_Aim of the task_:
Scan the entries for the word "declined", and copy every line where it appears.

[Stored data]
*** Block opens ***

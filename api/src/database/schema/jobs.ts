import {
  boolean,
  doublePrecision,
  foreignKey,
  index,
  jsonb,
  pgEnum,
  pgTable,
  text,
  unique,
  uuid,
} from 'drizzle-orm/pg-core';
import { at, createdAt, id, updatedAt } from './columns.js';
import { companies } from './people.js';

const company = () =>
  uuid('company_id')
    .notNull()
    .references(() => companies.id, { onDelete: 'cascade' });

export const clients = pgTable(
  'clients',
  {
    id: id(),
    companyId: company(),
    name: text('name').notNull(),
    email: text('email'),
    phone: text('phone'),
    createdAt: createdAt(),
    updatedAt: updatedAt(),
    archivedAt: at('archived_at'),
  },
  (t) => [unique('clients_company_id').on(t.companyId, t.id)],
);

export const properties = pgTable(
  'properties',
  {
    id: id(),
    companyId: company(),
    clientId: uuid('client_id').notNull(),
    name: text('name').notNull(),
    address: text('address').notNull().default(''),
    region: text('region').notNull().default(''),
    accessNotes: text('access_notes').notNull().default(''),
    latitude: doublePrecision('latitude'),
    longitude: doublePrecision('longitude'),
    createdAt: createdAt(),
    updatedAt: updatedAt(),
    archivedAt: at('archived_at'),
  },
  (t) => [
    unique('properties_company_id').on(t.companyId, t.id),
    foreignKey({
      name: 'properties_client',
      columns: [t.companyId, t.clientId],
      foreignColumns: [clients.companyId, clients.id],
    }),
  ],
);

/** The eight stages of a job, in order. */
export const jobStage = pgEnum('job_stage', [
  'enquiry',
  'plan',
  'prove',
  'propose',
  'prepare',
  'install',
  'commission',
  'aftercare',
]);

export const jobs = pgTable(
  'jobs',
  {
    id: id(),
    companyId: company(),
    propertyId: uuid('property_id').notNull(),
    name: text('name').notNull(),
    stage: jobStage('stage').notNull().default('enquiry'),
    /** The job starts from a system that is already in the ground. */
    existingSystem: boolean('existing_system').notNull().default(false),
    notes: text('notes').notNull().default(''),
    siteWalkOn: at('site_walk_on'),
    installOn: at('install_on'),
    /** The site-walk form as filled in; its shape is parsed at the edge. */
    siteWalk: jsonb('site_walk').notNull().default({}),
    createdAt: createdAt(),
    updatedAt: updatedAt(),
    archivedAt: at('archived_at'),
  },
  (t) => [
    unique('jobs_company_id').on(t.companyId, t.id),
    foreignKey({
      name: 'jobs_property',
      columns: [t.companyId, t.propertyId],
      foreignColumns: [properties.companyId, properties.id],
    }),
    index('jobs_company_updated').on(t.companyId, t.updatedAt),
    index('jobs_company_stage').on(t.companyId, t.stage),
  ],
);
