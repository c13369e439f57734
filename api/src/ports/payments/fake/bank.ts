import { randomBytes } from 'node:crypto';
import type { TestCard } from './cards.js';
import { type FormTree, textAt, textsIn, treeAt } from './form.js';
import type { FakeIntent, FakeRefund, FakeSession, FakeState } from './state.js';

const SESSION_LIVES_MILLISECONDS = 24 * 3_600_000;
/** The real service takes no payment below about half a unit of money. */
const LEAST_AMOUNT = 50;

export interface Pace {
  /** How late word comes that comes late. */
  readonly lateMilliseconds: number;
}

/** How the next refund goes. */
export type RefundCourse = 'at-once' | 'later' | 'fails-later';

/** A request that the service refuses, in the form that its SDK reads. */
export class Refusal extends Error {
  constructor(
    readonly status: number,
    readonly type: 'invalid_request_error' | 'idempotency_error',
    message: string,
    readonly code?: string,
  ) {
    super(message);
  }
}

const missing = (what: string, id: string) =>
  new Refusal(404, 'invalid_request_error', `No such ${what}: '${id}'`, 'resource_missing');

const newId = (prefix: string) => `${prefix}_${randomBytes(16).toString('hex')}`;

interface Word {
  readonly payload: string;
  readonly delayMilliseconds: number;
}

/** Sessions, payments and refunds of the stand-in, and the words about them. */
export class Bank {
  nextRefund: RefundCourse = 'at-once';

  constructor(
    private readonly state: FakeState,
    private readonly pageOf: (sessionId: string) => string,
    private readonly pace: Pace,
  ) {}

  createSession(form: FormTree): object {
    const price = treeAt(form, 'line_items', '0', 'price_data');
    const amount = Number(textAt(price, 'unit_amount')) * Number(textAt(form, 'line_items', '0', 'quantity'));
    const required = {
      currency: textAt(price, 'currency'),
      name: textAt(price, 'product_data', 'name'),
      success_url: textAt(form, 'success_url'),
    };
    for (const [name, value] of Object.entries(required))
      if (value === '')
        throw new Refusal(
          400,
          'invalid_request_error',
          `Missing required param: ${name}.`,
          'parameter_missing',
        );
    if (textAt(form, 'mode') !== 'payment')
      throw new Refusal(400, 'invalid_request_error', 'Only mode=payment is known here.');
    if (!Number.isInteger(amount) || amount < LEAST_AMOUNT)
      throw new Refusal(400, 'invalid_request_error', 'The amount is too small.', 'amount_too_small');
    const session: FakeSession = {
      id: newId('cs_test'),
      createdAt: Date.now(),
      expiresAt: Date.now() + SESSION_LIVES_MILLISECONDS,
      status: 'open',
      paymentStatus: 'unpaid',
      amount,
      currency: required.currency,
      name: required.name,
      customerEmail: textAt(form, 'customer_email'),
      clientReferenceId: textAt(form, 'client_reference_id'),
      metadata: textsIn(treeAt(form, 'metadata')),
      intentMetadata: textsIn(treeAt(form, 'payment_intent_data', 'metadata')),
      intentId: null,
      successUrl: required.success_url,
      cancelUrl: textAt(form, 'cancel_url'),
      shortTries: 0,
    };
    this.state.sessions[session.id] = session;
    return this.sessionBody(session, false);
  }

  session(id: string): FakeSession {
    const session = this.state.sessions[id];
    if (!session) throw missing('checkout.session', id);
    this.expireIfOld(session);
    return session;
  }

  readSession(id: string, expand: boolean): object {
    return this.sessionBody(this.session(id), expand);
  }

  expireSession(id: string): object {
    const session = this.session(id);
    if (session.status !== 'open')
      throw new Refusal(
        400,
        'invalid_request_error',
        `Only Checkout Sessions with a status in ["open"] can be expired. This one is ${session.status}.`,
      );
    this.expire(session);
    return this.sessionBody(session, false);
  }

  readIntent(id: string): object {
    const intent = this.state.intents[id];
    if (!intent) throw missing('payment_intent', id);
    return intentBody(intent);
  }

  createRefund(form: FormTree): object {
    const intentId = textAt(form, 'payment_intent');
    const intent = this.state.intents[intentId];
    if (!intent) throw missing('payment_intent', intentId);
    if (intent.status !== 'succeeded')
      throw new Refusal(400, 'invalid_request_error', 'This payment has no money to give back.');
    const left = intent.amount - this.refunded(intentId);
    const text = textAt(form, 'amount');
    const amount = text === '' ? left : Number(text);
    if (!Number.isInteger(amount) || amount < 1 || amount > left)
      throw new Refusal(
        400,
        'invalid_request_error',
        `Refund amount is greater than what is left of the payment (${left}).`,
        left === 0 ? 'charge_already_refunded' : 'amount_too_large',
      );
    const course = this.nextRefund;
    this.nextRefund = 'at-once';
    const refund: FakeRefund = {
      id: newId('re'),
      createdAt: Date.now(),
      intentId,
      amount,
      currency: intent.currency,
      metadata: textsIn(treeAt(form, 'metadata')),
      status: course === 'at-once' ? 'succeeded' : 'pending',
    };
    this.state.refunds[refund.id] = refund;
    this.tell(this.word('refund.created', refundBody(refund)));
    if (course !== 'at-once')
      this.state.timers.push({
        at: Date.now() + this.pace.lateMilliseconds,
        what: 'refund',
        refundId: refund.id,
        comes: course === 'later',
      });
    return refundBody(refund);
  }

  readRefund(id: string): object {
    const refund = this.state.refunds[id];
    if (!refund) throw missing('refund', id);
    return refundBody(refund);
  }

  /** Somebody pressed the button of a card on the page of an open session. */
  pay(session: FakeSession, card: TestCard): 'done' | 'declined' {
    switch (card) {
      case 'works':
        this.tell(...this.succeed(session));
        return 'done';
      case 'declined':
        this.tell(this.decline(session));
        return 'declined';
      case 'short':
        session.shortTries += 1;
        if (session.shortTries === 1) {
          this.tell(this.decline(session));
          return 'declined';
        }
        this.tell(...this.succeed(session));
        return 'done';
      case 'late':
        this.tell(...this.succeed(session).map((word) => delayed(word, this.pace.lateMilliseconds)));
        return 'done';
      case 'twice': {
        const words = this.succeed(session);
        this.tell(...words, ...words);
        return 'done';
      }
      case 'disorder': {
        const words = [this.decline(session), ...this.succeed(session)];
        const last = words.length - 1;
        this.tell(...words.map((word, i) => delayed(word, (last - i) * OVERTAKING_MILLISECONDS)));
        return 'done';
      }
      case 'bank-later':
      case 'bank-fails':
        this.beginDebit(session, card === 'bank-later');
        return 'done';
    }
  }

  /** Lets happen what is due: old pages end, debits and refunds come through or don't. True if anything did. */
  passTime(): boolean {
    let happened = false;
    for (const session of Object.values(this.state.sessions)) if (this.expireIfOld(session)) happened = true;
    const due = this.state.timers.filter(({ at }) => at <= Date.now());
    this.state.timers = this.state.timers.filter((timer) => !due.includes(timer));
    for (const timer of due) {
      switch (timer.what) {
        case 'bank':
          this.endDebit(this.state.sessions[timer.sessionId], timer.comes);
          break;
        case 'refund':
          this.endRefund(this.state.refunds[timer.refundId], timer.comes);
          break;
      }
      happened = true;
    }
    return happened;
  }

  private succeed(session: FakeSession): Word[] {
    const intent = this.intentOf(session);
    intent.status = 'succeeded';
    session.status = 'complete';
    session.paymentStatus = 'paid';
    return [
      this.word('payment_intent.succeeded', intentBody(intent)),
      this.word('checkout.session.completed', this.sessionBody(session, false)),
    ];
  }

  private decline(session: FakeSession): Word {
    const intent = this.intentOf(session);
    intent.status = 'requires_payment_method';
    return this.word('payment_intent.payment_failed', intentBody(intent));
  }

  private beginDebit(session: FakeSession, comes: boolean): void {
    const intent = this.intentOf(session);
    intent.status = 'processing';
    session.status = 'complete';
    this.tell(this.word('checkout.session.completed', this.sessionBody(session, false)));
    this.state.timers.push({
      at: Date.now() + this.pace.lateMilliseconds,
      what: 'bank',
      sessionId: session.id,
      comes,
    });
  }

  private endDebit(session: FakeSession | undefined, comes: boolean): void {
    if (!session) return;
    const intent = this.intentOf(session);
    intent.status = comes ? 'succeeded' : 'requires_payment_method';
    session.paymentStatus = comes ? 'paid' : 'unpaid';
    const type = comes ? 'checkout.session.async_payment_succeeded' : 'checkout.session.async_payment_failed';
    this.tell(this.word(type, this.sessionBody(session, false)));
  }

  private endRefund(refund: FakeRefund | undefined, comes: boolean): void {
    if (!refund) return;
    refund.status = comes ? 'succeeded' : 'failed';
    this.tell(this.word(comes ? 'refund.updated' : 'refund.failed', refundBody(refund)));
  }

  private intentOf(session: FakeSession): FakeIntent {
    const known = session.intentId === null ? undefined : this.state.intents[session.intentId];
    if (known) return known;
    const intent: FakeIntent = {
      id: newId('pi'),
      createdAt: Date.now(),
      amount: session.amount,
      currency: session.currency,
      metadata: session.intentMetadata,
      status: 'requires_payment_method',
    };
    this.state.intents[intent.id] = intent;
    session.intentId = intent.id;
    return intent;
  }

  private refunded(intentId: string): number {
    return Object.values(this.state.refunds)
      .filter((refund) => refund.intentId === intentId && refund.status !== 'failed')
      .reduce((sum, { amount }) => sum + amount, 0);
  }

  private expireIfOld(session: FakeSession): boolean {
    if (session.status !== 'open' || session.expiresAt > Date.now()) return false;
    this.expire(session);
    return true;
  }

  private expire(session: FakeSession): void {
    session.status = 'expired';
    this.tell(this.word('checkout.session.expired', this.sessionBody(session, false)));
  }

  /** Words keep what they told when it happened, as the real ones do. */
  private word(type: string, object: object): Word {
    const payload = JSON.stringify({
      id: newId('evt'),
      object: 'event',
      created: seconds(Date.now()),
      livemode: false,
      type,
      data: { object },
    });
    return { payload, delayMilliseconds: 0 };
  }

  private tell(...words: Word[]): void {
    for (const { payload, delayMilliseconds } of words)
      this.state.deliveries.push({
        id: newId('delivery'),
        payload,
        dueAt: Date.now() + delayMilliseconds,
        tries: 0,
      });
  }

  private sessionBody(session: FakeSession, expand: boolean): object {
    const intent = session.intentId === null ? undefined : this.state.intents[session.intentId];
    return {
      id: session.id,
      object: 'checkout.session',
      amount_subtotal: session.amount,
      amount_total: session.amount,
      cancel_url: session.cancelUrl || null,
      client_reference_id: session.clientReferenceId || null,
      created: seconds(session.createdAt),
      currency: session.currency,
      customer_email: session.customerEmail || null,
      expires_at: seconds(session.expiresAt),
      livemode: false,
      metadata: session.metadata,
      mode: 'payment',
      payment_intent: expand && intent ? intentBody(intent) : session.intentId,
      payment_status: session.paymentStatus,
      status: session.status,
      success_url: session.successUrl,
      url: session.status === 'open' ? this.pageOf(session.id) : null,
    };
  }
}

/** Enough for a word to be overtaken by the one after it. */
const OVERTAKING_MILLISECONDS = 400;

const delayed = (word: Word, by: number): Word => ({ ...word, delayMilliseconds: by });

const seconds = (milliseconds: number) => Math.floor(milliseconds / 1000);

const intentBody = ({ id, createdAt, amount, currency, metadata, status }: FakeIntent) => ({
  id,
  object: 'payment_intent',
  amount,
  amount_received: status === 'succeeded' ? amount : 0,
  created: seconds(createdAt),
  currency,
  livemode: false,
  metadata,
  status,
});

const refundBody = ({ id, createdAt, intentId, amount, currency, metadata, status }: FakeRefund) => ({
  id,
  object: 'refund',
  amount,
  created: seconds(createdAt),
  currency,
  metadata,
  payment_intent: intentId,
  status,
});
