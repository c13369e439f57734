import { useCallback, useEffect, useRef, useState, useSyncExternalStore } from 'react';
import { sentenceOf } from '../../lib/api/client';
import styles from './toast.module.css';
import { closeToast, currentToasts, showProblem, subscribeToasts, type Toast } from './toasts';

/** Where toasts appear; one in the whole app. */
export function ToastRegion() {
  const toasts = useSyncExternalStore(subscribeToasts, currentToasts);
  return (
    <section className={styles.region} aria-label="Messages" aria-live="polite" aria-relevant="additions">
      {toasts.map((toast) => (
        <ToastCard key={toast.id} toast={toast} />
      ))}
    </section>
  );
}

function ToastCard({ toast }: { toast: Toast }) {
  const [held, setHeld] = useState(false);
  const [busy, setBusy] = useState(false);
  const timer = useRef<ReturnType<typeof setTimeout>>(undefined);
  const close = useCallback(() => closeToast(toast.id), [toast.id]);

  useEffect(() => {
    if (toast.lifeMs === null || held || busy) return;
    timer.current = setTimeout(close, toast.lifeMs);
    return () => clearTimeout(timer.current);
  }, [toast.lifeMs, held, busy, close]);

  const undo = async () => {
    if (!toast.undo) return;
    setBusy(true);
    try {
      await toast.undo();
      close();
    } catch (error) {
      close();
      showProblem(sentenceOf(error));
    }
  };

  return (
    // biome-ignore lint/a11y/noStaticElementInteractions: holding it open on hover adds nothing to operate
    <div
      className={styles.toast}
      data-tone={toast.tone}
      onPointerEnter={() => setHeld(true)}
      onPointerLeave={() => setHeld(false)}
      onFocus={() => setHeld(true)}
      onBlur={() => setHeld(false)}
    >
      <span className={styles.message}>{toast.message}</span>
      {toast.undo && (
        <button type="button" className={styles.undo} onClick={undo} disabled={busy}>
          {toast.undoLabel}
        </button>
      )}
      <button type="button" className={styles.close} onClick={close} aria-label="Close this message">
        <svg viewBox="0 0 16 16" width="14" height="14" aria-hidden="true">
          <path d="M3 3l10 10M13 3L3 13" stroke="currentColor" strokeWidth="1.75" strokeLinecap="round" />
        </svg>
      </button>
    </div>
  );
}
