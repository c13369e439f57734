import {
  foreignKey,
  index,
  integer,
  jsonb,
  pgTable,
  primaryKey,
  text,
  unique,
  uuid,
} from 'drizzle-orm/pg-core';
import { createdAt, updatedAt } from './columns.js';
import { jobs } from './jobs.js';
import { companies } from './people.js';

/** The plan of a job: one document, whose version counts the changes applied. */
export const plans = pgTable(
  'plans',
  {
    companyId: uuid('company_id')
      .notNull()
      .references(() => companies.id, { onDelete: 'cascade' }),
    jobId: uuid('job_id').notNull(),
    version: integer('version').notNull().default(0),
    schemaVersion: integer('schema_version').notNull(),
    createdAt: createdAt(),
    updatedAt: updatedAt(),
  },
  (t) => [
    primaryKey({ columns: [t.companyId, t.jobId] }),
    foreignKey({
      name: 'plans_job',
      columns: [t.companyId, t.jobId],
      foreignColumns: [jobs.companyId, jobs.id],
    }).onDelete('cascade'),
  ],
);

const plan = {
  companyId: uuid('company_id').notNull(),
  jobId: uuid('job_id').notNull(),
};

/** The present records, a row each. */
export const planRecords = pgTable(
  'plan_records',
  {
    ...plan,
    recordId: text('record_id').notNull(),
    record: jsonb('record').notNull(),
    /** The plan version that last put it. */
    version: integer('version').notNull(),
  },
  (t) => [
    primaryKey({ columns: [t.companyId, t.jobId, t.recordId] }),
    foreignKey({
      name: 'plan_records_plan',
      columns: [t.companyId, t.jobId],
      foreignColumns: [plans.companyId, plans.jobId],
    }).onDelete('cascade'),
  ],
);

/** Every change ever applied, in order; never updated. */
export const planChanges = pgTable(
  'plan_changes',
  {
    ...plan,
    version: integer('version').notNull(),
    /** Given by the client: a repeated change is recognised by it. */
    changeId: text('change_id').notNull(),
    schemaVersion: integer('schema_version').notNull(),
    put: jsonb('put').notNull(),
    remove: jsonb('remove').notNull(),
    /** Null for the system's own changes; of a deleted person only this id is left. */
    authorId: uuid('author_id'),
    /** The editing session that made it, whose later changes know it; empty for the system's own. */
    session: text('session').notNull().default(''),
    label: text('label').notNull().default(''),
    createdAt: createdAt(),
  },
  (t) => [
    primaryKey({ columns: [t.companyId, t.jobId, t.version] }),
    unique('plan_changes_change').on(t.companyId, t.jobId, t.changeId),
    foreignKey({
      name: 'plan_changes_plan',
      columns: [t.companyId, t.jobId],
      foreignColumns: [plans.companyId, plans.jobId],
    }).onDelete('cascade'),
  ],
);

/** The whole document at some versions, so that replay starts near. */
export const planSnapshots = pgTable(
  'plan_snapshots',
  {
    ...plan,
    version: integer('version').notNull(),
    schemaVersion: integer('schema_version').notNull(),
    records: jsonb('records').notNull(),
    createdAt: createdAt(),
  },
  (t) => [
    primaryKey({ columns: [t.companyId, t.jobId, t.version] }),
    foreignKey({
      name: 'plan_snapshots_plan',
      columns: [t.companyId, t.jobId],
      foreignColumns: [plans.companyId, plans.jobId],
    }).onDelete('cascade'),
  ],
);

/** What the server itself computed from a version of the plan; the newest is what lists show. */
export const planSummaries = pgTable(
  'plan_summaries',
  {
    ...plan,
    planVersion: integer('plan_version').notNull(),
    solverVersion: text('solver_version').notNull(),
    faults: integer('faults').notNull(),
    cautions: integer('cautions').notNull(),
    fixtures: integer('fixtures').notNull(),
    summary: jsonb('summary').notNull(),
    createdAt: createdAt(),
  },
  (t) => [
    primaryKey({ columns: [t.companyId, t.jobId, t.planVersion, t.solverVersion] }),
    foreignKey({
      name: 'plan_summaries_plan',
      columns: [t.companyId, t.jobId],
      foreignColumns: [plans.companyId, plans.jobId],
    }).onDelete('cascade'),
    index('plan_summaries_newest').on(t.companyId, t.jobId, t.planVersion),
  ],
);
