import { sql } from 'drizzle-orm';
import { index, jsonb, pgEnum, pgTable, primaryKey, text, uniqueIndex, uuid } from 'drizzle-orm/pg-core';
import { at, createdAt, id, updatedAt } from './columns.js';

export const role = pgEnum('role', ['owner', 'designer', 'crew']);

/** A tenant. */
export const companies = pgTable('companies', {
  id: id(),
  name: text('name').notNull(),
  /** The regional pack: wording and rules (us, eu, uk …). */
  region: text('region').notNull().default('us'),
  settings: jsonb('settings').notNull().default({}),
  createdAt: createdAt(),
  updatedAt: updatedAt(),
});

/** A person; may belong to several companies. A deleted one keeps the row, emptied of personal data. */
export const users = pgTable(
  'users',
  {
    id: id(),
    email: text('email').notNull(),
    name: text('name').notNull(),
    passwordHash: text('password_hash'),
    preferences: jsonb('preferences').notNull().default({}),
    emailConfirmedAt: at('email_confirmed_at'),
    createdAt: createdAt(),
    deletedAt: at('deleted_at'),
  },
  (t) => [uniqueIndex('users_email').on(sql`lower(${t.email})`)],
);

export const memberships = pgTable(
  'memberships',
  {
    companyId: uuid('company_id')
      .notNull()
      .references(() => companies.id, { onDelete: 'cascade' }),
    userId: uuid('user_id')
      .notNull()
      .references(() => users.id),
    role: role('role').notNull(),
    createdAt: createdAt(),
  },
  (t) => [primaryKey({ columns: [t.companyId, t.userId] }), index('memberships_user').on(t.userId)],
);

/** What the cookie's token names; revoking the row ends the session at once. */
export const sessions = pgTable(
  'sessions',
  {
    id: id(),
    userId: uuid('user_id')
      .notNull()
      .references(() => users.id),
    /** The active company; null for a person who belongs to none. */
    companyId: uuid('company_id').references(() => companies.id, { onDelete: 'set null' }),
    userAgent: text('user_agent').notNull().default(''),
    createdAt: createdAt(),
    lastUsedAt: at('last_used_at').notNull().defaultNow(),
    expiresAt: at('expires_at').notNull(),
    revokedAt: at('revoked_at'),
  },
  (t) => [index('sessions_user').on(t.userId)],
);

export const invitations = pgTable(
  'invitations',
  {
    id: id(),
    companyId: uuid('company_id')
      .notNull()
      .references(() => companies.id, { onDelete: 'cascade' }),
    email: text('email').notNull(),
    role: role('role').notNull(),
    tokenHash: text('token_hash').notNull().unique(),
    invitedBy: uuid('invited_by')
      .notNull()
      .references(() => users.id),
    createdAt: createdAt(),
    expiresAt: at('expires_at').notNull(),
    acceptedAt: at('accepted_at'),
    revokedAt: at('revoked_at'),
  },
  (t) => [index('invitations_company').on(t.companyId)],
);

export const emailTokenPurpose = pgEnum('email_token_purpose', ['reset-password', 'change-email']);

/** One-time links sent by mail; only the hash is kept. */
export const emailTokens = pgTable(
  'email_tokens',
  {
    id: id(),
    userId: uuid('user_id')
      .notNull()
      .references(() => users.id),
    purpose: emailTokenPurpose('purpose').notNull(),
    tokenHash: text('token_hash').notNull().unique(),
    newEmail: text('new_email'),
    createdAt: createdAt(),
    expiresAt: at('expires_at').notNull(),
    usedAt: at('used_at'),
  },
  (t) => [index('email_tokens_user').on(t.userId)],
);

/** Failed sign-ins, counted per account and address. */
export const signInFailures = pgTable(
  'sign_in_failures',
  {
    id: id(),
    /** Lower-cased e-mail as typed, hashed: it may name nobody. */
    accountKey: text('account_key').notNull(),
    addressKey: text('address_key').notNull(),
    at: at('at').notNull().defaultNow(),
  },
  (t) => [index('sign_in_failures_keys').on(t.accountKey, t.addressKey, t.at)],
);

*** Block closes ***

_Response to the task_:
  pay(session: FakeSession, card: TestCard): 'done' | 'declined' {
      case 'declined':
        return 'declined';
          return 'declined';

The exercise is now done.